Joan C. Alker, a senior researcher at the Health Policy Institute of Georgetown University, characterized the Florida Governor’s move to privatize as “one of the most far-reaching and radical proposals we’ve seen to restructure Medicaid. The federal government and the states now decide which benefits people get,” she told the New York Times. “Under the Florida plan,” Alker added, “many of those decisions will be made by private health plans, out of public view.”

With medical decisions now to be made in company boardrooms, there is no guaranteed coverage for those whose conditions may worsen but who are locked into capped accounts. Governor Bush, Leavitt and official statements have been very careful to give reassurances while avoiding specifics on the question of the cost of AIDS treatment. For Medicaid recipients with HIV or other degenerative, terminal diseases, the expense of treatment increases as health worsens. The Florida plan contains no specific provisions to ensure that such individuals would receive the care they need. Instead, they have been issued only general reassurances that private companies will make allowances for them.

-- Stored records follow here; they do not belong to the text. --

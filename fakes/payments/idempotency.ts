import { createHash } from 'node:crypto';
import { ServiceError } from './service-error';
import { put, type Store } from './store';

const KEPT_MS = 86_400_000;

export interface KeyedRequest {
  key: string | undefined;
  path: string;
  body: unknown;
}

/** Runs a request once per key: the same key gives the first answer again; a refused request may be tried anew. */
export function once(
  store: Store,
  request: KeyedRequest,
  run: () => object,
): { body: object; replayed: boolean } {
  if (!request.key) return { body: run(), replayed: false };
  const fingerprint = createHash('sha256')
    .update(JSON.stringify([request.path, request.body]))
    .digest('hex');
  forgetOld(store);
  const kept = store.answers.get(request.key);
  if (!kept) {
    const body = structuredClone(run());
    put(store.answers, { id: request.key, request: fingerprint, keptAtMs: Date.now(), body });
    return { body, replayed: false };
  }
  if (kept.request !== fingerprint) throw usedOtherwise(request.key);
  return { body: kept.body, replayed: true };
}

function forgetOld(store: Store): void {
  const limit = Date.now() - KEPT_MS;
  [...store.answers.values()]
    .filter((one) => one.keptAtMs < limit)
    .forEach((one) => store.answers.delete(one.id));
}

const usedOtherwise = (key: string) =>
  new ServiceError(400, `The key ${key} was used before with another request.`, {}, 'idempotency_error');
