import { mkdtempSync, readdirSync, rmSync, writeFileSync } from 'node:fs';
import { tmpdir } from 'node:os';
import { join } from 'node:path';
import { JsonFile } from '../common/json-file';
import { duesCheckout, paidSession, startScene, submitCard } from '../testing/payments';
import { Store } from './store';

let folder: string;
let stateFile: string;
beforeEach(() => {
  folder = mkdtempSync(join(tmpdir(), 'payments-'));
  stateFile = join(folder, 'deeper', 'state.json');
});
afterEach(() => rmSync(folder, { recursive: true }));

describe('after a restart', () => {
  it('sessions are there and can be paid at the new address', async () => {
    const before = await startScene({ stateFile });
    const { id } = await before.stripe.checkout.sessions.create(duesCheckout());
    await before.close();
    const after = await startScene({ stateFile });
    const session = await after.stripe.checkout.sessions.retrieve(id);
    expect(session.url).toBe(`${after.base}/pay/${id}`);
    expect((await submitCard(String(session.url), '4242424242424242')).status).toBe(303);
    await after.close();
    expect(readdirSync(join(folder, 'deeper'))).toEqual(['state.json']);
  });

  it('events that were not delivered are delivered', async () => {
    const before = await startScene({ stateFile });
    await before.control('pause');
    await paidSession(before);
    await before.close();
    expect(before.receiver.received).toHaveLength(0);
    const after = await startScene({ stateFile });
    await after.receiver.waitFor(4);
    expect(after.types().at(-1)).toBe('checkout.session.completed');
    await after.close();
  });

  it('a slow payment is still confirmed, and keys are still known', async () => {
    const key = { idempotencyKey: 'kept' };
    const before = await startScene({ stateFile });
    const { id, url } = await before.stripe.checkout.sessions.create(duesCheckout(), key);
    await submitCard(String(url), '4000 0000 0000 1018');
    await before.close();
    const after = await startScene({ stateFile });
    expect(await after.control('confirm-late')).toEqual({ sessions: [id] });
    expect((await after.stripe.checkout.sessions.retrieve(id)).payment_status).toBe('paid');
    expect((await after.stripe.checkout.sessions.create(duesCheckout(), key)).id).toBe(id);
    await after.close();
  });

  it('a state file that is not one stops the start and is left alone', () => {
    const broken = join(folder, 'broken.json');
    writeFileSync(broken, '{"sess');
    expect(() => new Store(new JsonFile(broken))).toThrow('move it away');
    expect(readdirSync(folder)).toEqual(['broken.json']);
  });
});
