import { type Fields, isFields, Params } from './params';
import { badParameter } from './service-error';
import type { Store } from './store';

const LINKS = ['balance_transaction', 'charge', 'latest_charge', 'payment_intent', 'source'];

/** A copy of `object` in which the links named in `expand` are replaced by what they point to. */
export function expanded(store: Store, object: object, query: unknown): Fields {
  const copy: Fields = { ...object };
  new Params(query).texts('expand').forEach((path) => follow(store, copy, path.split('.'), path));
  return copy;
}

/** In a list, paths begin with `data.` and apply to each entry. */
export function expandedList(store: Store, list: { data: object[] }, query: unknown): object {
  const paths = new Params(query).texts('expand').map(withoutData);
  return { ...list, data: list.data.map((object) => expanded(store, object, { expand: paths })) };
}

function withoutData(path: string): string {
  if (!path.startsWith('data.')) throw cannotExpand(path);
  return path.slice('data.'.length);
}

function follow(store: Store, holder: Fields, [field, ...rest]: string[], path: string): void {
  if (field === undefined || !LINKS.includes(field) || !Object.hasOwn(holder, field))
    throw cannotExpand(path);
  const link = holder[field];
  if (typeof link === 'string') holder[field] = structuredClone(target(store, link));
  const next = holder[field];
  if (rest.length > 0 && isFields(next)) follow(store, next, rest, path);
}

function target(store: Store, id: string): object | undefined {
  const { charges, intents, transactions, refunds, payouts } = store;
  return [charges, intents, transactions, refunds, payouts].map((map) => map.get(id)).find(Boolean);
}

const cannotExpand = (path: string) => badParameter('expand', `This property cannot be expanded (${path}).`);
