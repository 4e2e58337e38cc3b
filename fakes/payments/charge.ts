import type { CardFailure } from './cards';
import { newId, nowSeconds } from './ids';
import type { Charge, Intent } from './shapes';

export const newCharge = (intent: Intent, failure?: CardFailure): Charge => ({
  id: newId('ch'),
  object: 'charge',
  amount: intent.amount,
  amount_captured: failure ? 0 : intent.amount,
  amount_refunded: 0,
  balance_transaction: null,
  captured: !failure,
  created: nowSeconds(),
  currency: intent.currency,
  customer: null,
  description: intent.description,
  disputed: false,
  failure_code: failure?.code ?? null,
  failure_message: failure?.message ?? null,
  livemode: false,
  metadata: { ...intent.metadata },
  paid: !failure,
  payment_intent: intent.id,
  payment_method: intent.payment_method,
  receipt_email: intent.receipt_email,
  refunded: false,
  status: failure ? 'failed' : 'succeeded',
});
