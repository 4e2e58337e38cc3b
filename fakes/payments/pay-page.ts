import { Html, html, page } from '../common/html';
import { TEST_CARDS } from './cards';
import type { Session } from './shapes';
import type { Basket } from './store';

const NOTICE = html`<p class="notice">Stand-in card page. No money moves.</p>`;

export interface PayForm {
  session: Session;
  lines: Basket['lines'];
  typed?: string;
  error?: string;
}

export const payPage = ({ session, lines, typed, error }: PayForm): string =>
  page(
    'Pay by card (stand-in)',
    html`${NOTICE}
      <h1>Pay ${money(session.amount_total, session.currency)} by card</h1>
      ${basketTable(lines, session.currency)}
      <form method="post">
        <p>
          <label for="card">Card number</label>
          <input
            id="card"
            name="card"
            inputmode="numeric"
            autocomplete="off"
            maxlength="40"
            value="${typed ?? ''}"
            aria-describedby="card-error card-help"
            ${new Html(error ? 'aria-invalid="true" autofocus' : '')}
          />
        </p>
        <div id="card-error" role="alert">${error ? html`<p class="error">${error}</p>` : ''}</div>
        <p>
          <button name="choice" value="pay">Pay</button>
          <button name="choice" value="back">Go back</button>
        </p>
      </form>
      <section id="card-help">
        <p>Never type a real card number here. These test numbers work:</p>
        ${cardTable()}
      </section>`,
  );

/** For a session that can no longer be paid. */
export const closedPage = (words: string, link?: { url: string; label: string }): string =>
  page(
    'Card page (stand-in)',
    html`${NOTICE}
      <h1>${words}</h1>
      ${link ? html`<p><a href="${link.url}">${link.label}</a></p>` : ''}`,
  );

const basketTable = (lines: Basket['lines'], currency: string) =>
  html`<table>
    <tr>
      <th scope="col">For</th>
      <th scope="col">Number</th>
      <th scope="col">Each</th>
    </tr>
    ${lines.map(
      (line) =>
        html`<tr>
          <td>${line.name}</td>
          <td>${line.quantity}</td>
          <td>${money(line.unitMinor, currency)}</td>
        </tr>`,
    )}
  </table>`;

const cardTable = () =>
  html`<table>
    <tr>
      <th scope="col">Number</th>
      <th scope="col">What it does</th>
    </tr>
    ${TEST_CARDS.map(
      (card) =>
        html`<tr>
          <td><code>${card.number.replace(/(\d{4})(?=\d)/g, '$1 ')}</code></td>
          <td>${card.says}</td>
        </tr>`,
    )}
  </table>`;

/** The currency's own number of decimals (ISO 4217), as the runtime knows it. */
function money(amountMinor: number, currency: string): string {
  const format = new Intl.NumberFormat('en-GB', { style: 'currency', currency: currency.toUpperCase() });
  return format.format(amountMinor / 10 ** (format.resolvedOptions().maximumFractionDigits ?? 2));
}
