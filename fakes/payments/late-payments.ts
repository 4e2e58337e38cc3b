/** Wakes `finish` for each late payment when its time has come. */
export class LatePayments {
  private readonly timers = new Map<string, NodeJS.Timeout>();

  constructor(private readonly finish: (sessionId: string) => void) {}

  schedule(sessionId: string, dueAtMs: number): void {
    const timer = setTimeout(() => this.finishNow(sessionId), Math.max(0, dueAtMs - Date.now()));
    this.timers.set(sessionId, timer);
  }

  finishNow(sessionId: string): void {
    clearTimeout(this.timers.get(sessionId));
    this.timers.delete(sessionId);
    this.finish(sessionId);
  }

  stop(): void {
    this.timers.forEach((timer) => clearTimeout(timer));
  }
}
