import { screen } from '@testing-library/react';
import { http, HttpResponse } from 'msw';
import { expect, it } from 'vitest';
import { renderPage } from '../../../testing/render';
import { server } from '../../../testing/server';
import ClubDeskPage from './ClubDeskPage';

const GRETA = { id: 'g', name: 'Greta Sorley', roles: ['member', 'mentor', 'organiser'] };

it('lists people with every role they hold', async () => {
  server.use(
    http.get('*/api/people', () => HttpResponse.json({ items: [GRETA], total: 1, page: 1, perPage: 200 })),
  );
  renderPage(<ClubDeskPage />);
  expect(await screen.findByText('Member, mentor and organiser')).toBeVisible();
});

it('asks the server for the name in the address, and says when nobody has it', async () => {
  const asked: (string | null)[] = [];
  server.use(
    http.get('*/api/people', ({ request }) => {
      asked.push(new URL(request.url).searchParams.get('name'));
      return HttpResponse.json({ items: [], total: 0, page: 1, perPage: 200 });
    }),
  );
  renderPage(<ClubDeskPage />, { at: '/?name=zz' });
  expect(await screen.findByText('Nobody of that name')).toBeVisible();
  expect(asked).toContain('zz');
});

The shift to managed care will take effect next July for 210,000 Medicaid beneficiaries in Broward and Duval counties in the first phase of a five-year plan that will eventually encompass all 2.2 million Floridians dependent on the program. Broward County includes a dense swath of the Miami-Fort Lauderdale and Palm Beach metropolitan region; Duval encompasses the Jacksonville metro area. Both counties are predominantly low-income working class areas, with large minority populations.

The Florida plan is intended as a first shot at the Medicaid entitlement program, which will then be followed in states across the country. Vernon Smith, a former Medicaid director in Michigan and advocate of Medicaid reform, told the New York Times, “Florida’s program is groundbreaking. Every other state will be watching Florida’s experience. South Carolina has developed a similar proposal. Georgia and Kentucky are waiting in the wings.”

Mike Leavitt emphasized, “Florida’s framework will be helpful to other states.”

At the federal level, the Senate Finance Committee has reached a preliminary agreement on cuts to Medicaid and Medicare totaling $10 billion. The reductions, which are being criticized by the White House as not drastic enough, are coupled with $1.8 billion in additional funds for hurricane survivors. The administration has worked actively to scuttle proposals in the Senate to extend Medicaid to victims of the hurricanes. The Bush administration and insurance companies are also angered by attempts to reduce spending by eliminating the role of the private sector in managing Medicare funds.